McKillop Library supports and promotes the scholarship and research of faculty through its faculty lecture series and through this virtual and ongoing display of recent faculty publications. The display of faculty publications is updated biannually.

Ilana Haliwa, Ph.D.

Ilana Haliwa, Ph.D.

Assistant Professor | Psychology

Dr. Ilana Haliwa’s research centers on mindfulness and mindfulness-based practices in the promotion of both psychological and physiological wellbeing. She received her Ph.D. in Behavioral Neuroscience from West Virgina University, her Master’s Degree in Public Health from Nova Southeastern University, and her B.S. in Psychology from University of North Carolina, Chapel Hill. Recent publications include, “Risk and protective factors for college students’ psychological health during the COVID-19 pandemic,” in Journal of American College Health, “Predictors of change in mental health during the COVID-19 pandemic” in Journal of Affective Disorders, and “Exploring facets of the mindful personality: Dispositional mindfulness and the Big Five” in Personality and Individual Differences

Featured Fall 2023

A Mixed-Method Assessment of a 10-Day Mobile Mindfulness Intervention

Ilana Haliwa, Cameron G. Ford, Jenna M. Wilson, Natalie J. Shook

Abstract:   Mobile mindfulness interventions represent a promising alternative to traditional in-person interventions that are resource demanding and have limited accessibility, preventing use by many populations. Despite greater accessibility and popularity of mobile mindfulness applications (apps), research is needed testing the effectiveness of brief interventions delivered via these platforms. The present study assessed the efficacy of a brief mobile mindfulness intervention compared to an active control for increasing state and trait mindfulness and improving mood, as well as the acceptability of the app, in a sample of undergraduate students. Participants (N=139; Mage=19.43years, 80.6% female, 83.5% White) were randomly assigned to either a 10-day mobile mindfulness (Headspace) or cognitive training (Peak) condition. Trait mindfulness was measured pre- and post-intervention.

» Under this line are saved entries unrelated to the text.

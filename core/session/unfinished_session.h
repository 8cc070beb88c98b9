// SPDX-License-Identifier: GPL-3.0-or-later
#pragma once

#include "core/files/file_system.h"
#include "core/journal/session_folder.h"
#include "core/result.h"

#include <string>
#include <vector>

namespace whichway {

/// A session that began and has not ended.
struct UnfinishedSession {
    SessionFolder folder = {};
    int answered = 0, total = 0; ///< trials
    std::string began = {};      ///< time of its first event
    std::string last = {};       ///< time of its last event
};

/// The unfinished sessions of a participant, or of everybody if `code` is empty, in the order they began.
/// A folder in which no event was completed (the program ended while it began) holds nothing to take up and
/// is left out.
/// @return an error of the folder's listing; the journal's error if a session of that code cannot be read and
/// there is no other.
Result<std::vector<UnfinishedSession>> unfinishedSessions(const FileSystem& files, const std::string& study,
                                                          const std::string& code);

} // namespace whichway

During the 10-day intervention, participants completed 10-min daily exercises on the assigned app, responded to daily questionnaires of state mindfulness and mood, and completed a daily written log of their reactions to the app exercises. Attrition was low (90% completion rate) and did not differ by condition. Participants in the mindfulness condition spent an average of 88.15min (SD=24.75) meditating out of the full 100min prescribed by the intervention. State mindfulness significantly increased across the 10-day intervention for participants in the mindfulness, but not the cognitive training, condition beginning around days 5 and 6. Some aspects of trait mindfulness increased and mood improved from pre- to post-intervention, but these changes were observed in both conditions (i.e., no significant differences were observed by condition). Qualitative analysis of open-ended reactions to the mindfulness app indicated that participants reported more likes than dislikes. Common themes for likes were that participants experienced feelings of calm and focus following the daily mindfulness exercises. Dislikes included discomfort and anxiety associated with increased awareness of thoughts and physical sensations. These findings suggest that while a brief mobile mindfulness intervention is acceptable to undergraduate college students and effective at increasing state mindfulness, a longer intervention may be needed in order to elicit corresponding changes in trait-level mindfulness or mood.

Frontiers in Psychology, vol. 12 - 2021, 30 August 2021.